For those of you who are accusing the president of doing nothing in response to Hurricane Katrina, we offer you this decisive action:
He suspended the Davis-Bacon Act.
Davis-Bacon is the law the requires government contractors and subcontractors to pay prevailing wages for public construction contracts. The 1931 act allows for suspension of prevailing wage requirements in the event of a national emergency. On Thursday, George W. Bush issued the executive order allowing federal contractors to pay substandard wages in disaster areas within Alabama, Florida, Louisiana and Mississippi.

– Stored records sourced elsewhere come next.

//! The semidefinite program of a network.
//!
//! Variables, with all powers per unit on the base: block 1 is X = ww' for the lifted voltages w (see `injection`), of
//! order 2N - 1 and rank bound 1; a block Z of order 2 for each generator with a squared cost; two blocks T of
//! order 3 for each limited line, one an end; nonnegative scalars s. Rows:
//!
//! - active power of a bus: <P_k, X> - sum of s_g over its generators = sum of their least powers - load, where s_g is
//!   what generator g gives above its least power, and s_g + s' = largest - least where there is a limit;
//! - reactive power of a bus: <Q_k, X> plus load lies between the sums of the limits of its generators: with one
//!   slack for each limit, an equation where they agree or where there is no generator;
//! - |V_k|^2 between v_min^2 and v_max^2 in the same way;
//! - squared costs: Z = [[1, P_g], [P_g, t]] by Z_11 = 1 and Z_12 - s_g = least power, with the cost
//!   [[cost_constant, c_1/2], [c_1/2, c_2]] on Z: Z PSD says t >= P_g^2, and the least cost takes equality;
//! - limited lines: T = [[L, P, Q], [P, L, 0], [Q, 0, L]] PSD says P^2 + Q^2 <= L^2 at that end.
//!
//! A constant of the cost that belongs to no Z stands on Z_11 of the first Z or, without any, on a scalar that a row
//! fixes to 1, so that objectives are costs per hour. Pairs of slacks that add to a fixed width keep every multiplier set
//! bounded where an interior point exists.

use super::injection::{Branch, Lift, Power, Terms};
use super::{Generator, Network, NetworkError};
use crate::problem::{Block, Coefficient, Functional, Problem, SparseSymmetric, SparseVector};

/// Entries of one block of a functional.
type Part = (usize, Terms);

impl Network {
    /// Builds the optimal power flow with the rank bound 1 on the voltage block.
    ///
    /// # Errors
    /// A number that cannot be; see [`Network::check`].
    pub fn problem(&self) -> Result<Problem, NetworkError> {
        self.check()?;
        let reference = self.position(self.reference).expect("the reference has been checked");
        let lift = Lift::new(self.bus.len(), reference);
        let mut program = Program::new(lift.order());
        let mut constant = 0.0;
        let given: Vec<Given> = self
            .generator
            .iter()
            .map(|generator| program.add_generator(generator, self.base_mva, &mut constant))
            .collect();
        for (k, power) in self.injections(&lift).into_iter().enumerate() {
            self.add_bus(k, power, &lift, &given, &mut program);
        }
        for line in self.line.iter().filter(|line| line.limit_mva.is_some()) {
            let ends = [line.from, line.to].map(|number| self.at(number));
            for (from, to) in [(ends[0], ends[1]), (ends[1], ends[0])] {
                let mut power = Power::default();
                lift.add_flow(from, to, line.branch(), &mut power);
                program.add_limit(power, line.limit_mva.unwrap_or_default() / self.base_mva);
            }
        }
        program.add_constant(constant);
        Ok(program.finish())
    }

    fn at(&self, number: u32) -> usize {
        self.position(number).expect("the numbers of buses have been checked")
    }

    /// Returns the power that each bus gives to lines and its shunt.
    fn injections(&self, lift: &Lift) -> Vec<Power> {
        let mut powers = vec![Power::default(); self.bus.len()];
        for line in &self.line {
            let ends = [line.from, line.to].map(|number| self.at(number));
            lift.add_flow(ends[0], ends[1], line.branch(), &mut powers[ends[0]]);
            lift.add_flow(ends[1], ends[0], line.branch(), &mut powers[ends[1]]);
        }
        for (k, bus) in self.bus.iter().enumerate() {
            lift.add_square(k, bus.shunt_mw / self.base_mva, &mut powers[k].active);
            lift.add_square(k, -bus.shunt_mvar / self.base_mva, &mut powers[k].reactive);
        }
        powers
    }

    /// Adds the rows of one bus.
    fn add_bus(&self, k: usize, power: Power, lift: &Lift, given: &[Given], program: &mut Program) {
        let (bus, base) = (&self.bus[k], self.base_mva);
        let own = || self.generator.iter().zip(given).filter(|(g, _)| g.bus == bus.number);
        let least: f64 = own().map(|(_, given)| given.least).sum();
        let slacks = own().filter_map(|(_, given)| given.slack).map(|slack| (slack, -1.0));
        let slacks: Vec<(u32, f64)> = slacks.collect();
        program.row(vec![(0, power.active)], slacks, least - bus.load_mw / base);
        let sum = |limit: fn(&Generator) -> Option<f64>| {
            own().map(|(g, _)| limit(g)).try_fold(0.0, |sum, value| value.map(|v| sum + v / base))
        };
        let load = bus.load_mvar / base;
        let low = sum(|g| g.q_min_mvar).map(|q| q - load);
        let high = sum(|g| g.q_max_mvar).map(|q| q - load);
        program.between(power.reactive, low, high);
        let mut square = Terms::new();
        lift.add_square(k, 1.0, &mut square);
        program.between(square, Some(bus.v_min * bus.v_min), Some(bus.v_max * bus.v_max));
    }
}

impl super::Line {
    /// Returns the line by admittances: 1/(r + ix) = (r - ix)/(r^2 + x^2).
    fn branch(&self) -> Branch {
        let size = self.r * self.r + self.x * self.x;
        Branch { conductance: self.r / size, susceptance: -self.x / size, charging: self.b }
    }
}

/// How a generator's active power enters: `least` plus a slack, if it is not fixed.
struct Given {
    least: f64,
    slack: Option<u32>,
}

/// A problem under construction.
struct Program {
    blocks: Vec<Block>,
    scalars: u32,
    costs: Vec<Part>,
    scalar_costs: Vec<(u32, f64)>,
    constraints: Vec<Functional>,
    rhs: Vec<f64>,
}

impl Program {
    fn new(order: usize) -> Self {
        Program {
            blocks: vec![Block { order, rank: Some(1) }],
            scalars: 0,
            costs: Vec::new(),
            scalar_costs: Vec::new(),
            constraints: Vec::new(),
            rhs: Vec::new(),
        }
    }

    fn block(&mut self, order: usize) -> usize {
        self.blocks.push(Block { order, rank: None });
        self.blocks.len() - 1
    }

    fn scalar(&mut self) -> u32 {
        self.scalars += 1;
        self.scalars - 1
    }

    fn functional(&self, parts: Vec<Part>, scalars: Vec<(u32, f64)>) -> Functional {
        let parts = parts.into_iter().map(|(block, terms)| {
            let order = self.blocks[block].order;
            (block, Coefficient::Sparse(SparseSymmetric::gather(order, terms)))
        });
        Functional { parts: parts.collect(), orthant: SparseVector::gather(scalars) }
    }

    fn row(&mut self, parts: Vec<Part>, scalars: Vec<(u32, f64)>, rhs: f64) {
        let functional = self.functional(parts, scalars);
        self.constraints.push(functional);
        self.rhs.push(rhs);
    }

    /// Holds a form of the voltage block between two limits.
    fn between(&mut self, terms: Terms, low: Option<f64>, high: Option<f64>) {
        match (low, high) {
            (None, None) => {}
            (Some(low), Some(high)) if low == high => self.row(vec![(0, terms)], Vec::new(), low),
            (Some(low), high) => {
                let slack = self.scalar();
                self.row(vec![(0, terms)], vec![(slack, -1.0)], low);
                if let Some(high) = high {
                    self.width(slack, high - low);
                }
            }
            (None, Some(high)) => {
                let slack = self.scalar();
                self.row(vec![(0, terms)], vec![(slack, 1.0)], high);
            }
        }
    }

    /// Bounds a slack by a second one.
    fn width(&mut self, slack: u32, width: f64) {
        let other = self.scalar();
        self.row(Vec::new(), vec![(slack, 1.0), (other, 1.0)], width);
    }

    fn add_generator(&mut self, generator: &Generator, base: f64, constant: &mut f64) -> Given {
        let least = generator.p_min_mw / base;
        let (squared, linear) =
            (generator.cost_squared * base * base, generator.cost_linear * base);
        if generator.p_max_mw == Some(generator.p_min_mw) {
            *constant += (squared * least + linear) * least + generator.cost_constant;
            return Given { least, slack: None };
        }
        let slack = self.scalar();
        if let Some(most) = generator.p_max_mw {
            self.width(slack, most / base - least);
        }
        if squared == 0.0 {
            *constant += linear * least + generator.cost_constant;
            self.scalar_costs.push((slack, linear));
        } else {
            let block = self.block(2);
            self.row(vec![(block, vec![(0, 0, 1.0)])], Vec::new(), 1.0);
            self.row(vec![(block, vec![(0, 1, 0.5)])], vec![(slack, -1.0)], least);
            let cost = vec![(0, 0, generator.cost_constant), (0, 1, 0.5 * linear), (1, 1, squared)];
            self.costs.push((block, cost));
        }
        Given { least, slack: Some(slack) }
    }

    /// Holds the apparent power of one end of a line below `limit`.
    fn add_limit(&mut self, power: Power, limit: f64) {
        let block = self.block(3);
        for i in 0..3 {
            self.row(vec![(block, vec![(i, i, 1.0)])], Vec::new(), limit);
        }
        self.row(vec![(block, vec![(1, 2, 0.5)])], Vec::new(), 0.0);
        self.row(vec![(0, power.active), (block, vec![(0, 1, -0.5)])], Vec::new(), 0.0);
        self.row(vec![(0, power.reactive), (block, vec![(0, 2, -0.5)])], Vec::new(), 0.0);
    }

    fn add_constant(&mut self, constant: f64) {
        if constant == 0.0 {
            return;
        }
        if let Some((_, cost)) = self.costs.first_mut() {
            cost.push((0, 0, constant));
            return;
        }
        let one = self.scalar();
        self.row(Vec::new(), vec![(one, 1.0)], 1.0);
        self.scalar_costs.push((one, constant));
    }

    fn finish(mut self) -> Problem {
        let (costs, scalar_costs) =
            (std::mem::take(&mut self.costs), std::mem::take(&mut self.scalar_costs));
        let cost = self.functional(costs, scalar_costs);
        Problem::new(self.blocks, self.scalars as usize, cost, self.constraints, self.rhs)
            .expect("a checked network has finite numbers and fitting shapes")
    }
}
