/// Sign vectors in one block, unit vectors of the plane in another, coupled by two scalars x >= 0.
fn coupled() -> Problem {
    let entry = |block: usize, n: usize, i: usize, j: usize, value: f64| {
        (block, Coefficient::Sparse(SparseSymmetric::gather(n, vec![(i, j, value)])))
    };
    let mut constraints = Vec::new();
    let mut rhs = Vec::new();
    for (block, n) in [(0, 4), (1, 6)] {
        for i in 0..n {
            let part = entry(block, n, i, i, 1.0);
            constraints.push(Functional { parts: vec![part], ..Functional::default() });
            rhs.push(1.0);
        }
    }
    // X_12 of both blocks plus the first scalar is 1/2; X_34 of the second minus the other one is -1/4.
    let scalar = |index: u32, value: f64| SparseVector::gather(vec![(index, value)]);
    let parts = vec![entry(0, 4, 0, 1, 0.5), entry(1, 6, 0, 1, 0.5)];
    constraints.push(Functional { parts, orthant: scalar(0, 1.0) });
    rhs.push(0.5);
    constraints.push(Functional { parts: vec![entry(1, 6, 2, 3, 0.5)], orthant: scalar(1, -1.0) });
    rhs.push(-0.25);
    let mut stream = Stream::named(6, &["coupled"]);
    let mut random = |n: usize| {
        let pairs = (0..n).flat_map(|j| (0..j).map(move |i| (i, j)));
        let entries = pairs.map(|(i, j)| (i, j, stream.normal())).collect();
        Coefficient::Sparse(SparseSymmetric::gather(n, entries))
    };
    let parts = vec![(0, random(4)), (1, random(6))];
    let cost = Functional { parts, orthant: SparseVector::gather(vec![(0, 1.0), (1, 0.5)]) };
    let block = |order: usize, rank: usize| Block { order, rank: Some(rank) };
    Problem::new(vec![block(4, 1), block(6, 2)], 2, cost, constraints, rhs).unwrap()
}

/// Several bounded blocks and a nonnegative part are supported, as the cards say.
#[test]
fn several_blocks_and_scalars_end_feasible_at_their_ranks() {
    let problem = coupled();
    let list: [&dyn Method; 6] = [
        &ComplementarityPenalty,
        &ConvexIteration,
        &IterativeRankMinimisation,
        &KyFanDc,
        &LogDet,
        &ReweightedTrace,
    ];
    for method in list {
        let mut trial = Trial {
            options: Settings::resolve(method.card().options, &BTreeMap::new()).unwrap(),
            meter: Meter::unlimited(),
            stream: Stream::named(4, &["coupled"]),
        };
        let answer = method.solve(&problem, &mut trial).unwrap();
        let known = Known { optimum: KnownOptimum::Unknown, dual: None, unique_point: None };
        let judged = judge(&problem, &answer, &known, &Tolerance::default()).unwrap();
        let name = method.card().id;
        assert_eq!(judged.finding, Finding::Feasible, "{name}: {judged:?}");
        assert!(judged.feasibility.unwrap() <= 1e-8, "{name}: {judged:?}");
        let relaxed = relaxed(&problem, NewtonDirection::Hkm).info.dual_value;
        assert!(judged.objective.unwrap() >= relaxed - 1e-6, "{name}: below the relaxation");
    }
}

We agree with Rep. George Miller of California, who had this to say:
"The administration is using the devastation of Hurricane Katrina to cut the wages of people desperately trying to rebuild their lives and their communities."
Perhaps nobody said it better than Edward C. Sullivan, president of the Building and Construction Trades Department, AFL-CIO:
"Once again the poorest workers are exploited in this disaster. This Administration's continued disregard for the victims of this tragedy is evident in the President's proclamation suspending Davis-Bacon protection for workers in the hurricane torn Gulf.
Once again this Administration is looking out for corporations eager to profit from a national emergency. They want to pay the poorest workers the lowest wages to do the most dangerous jobs. Suspending Davis-Bacon protections for financially distressed workers in the Gulf states amounts to legalized looting of these workers who will be cleaning up toxic sites and struggling to rebuild their communities while favored contractors rake in huge profits from FEMA reconstruction contracts. This is a shameful action and a national disgrace. It’s time for this Administration and those members of Congress who blatantly carry the water for corporate gougers during a disaster to realize that denying fair wages to Gulf State workers is no way to help them get back on their feet."
Since the government is funding all such construction, and is not requiring "discount bidding" from the contractors, the move will only allow contractors to enjoy higher corporate profits at the expense of local workers who are trying to rebuild their lives after the worst natural disaster in American history. Since price-gouging is widely recognized and hated, wage-suppression is the only politically available profiteering move for the friends of the president.
But look at the bright side: if the move leads to suppressed wages, and that leads to inexperienced workers getting the jobs, and that leads to poorer construction on coastal highways and bridges, at least we know that the next time the bridges fall and roads wash out, we'll be able to look back on all this as a learning experience.
[Update: Jottings by an Employer's Lawyer has an interesting contrary view.]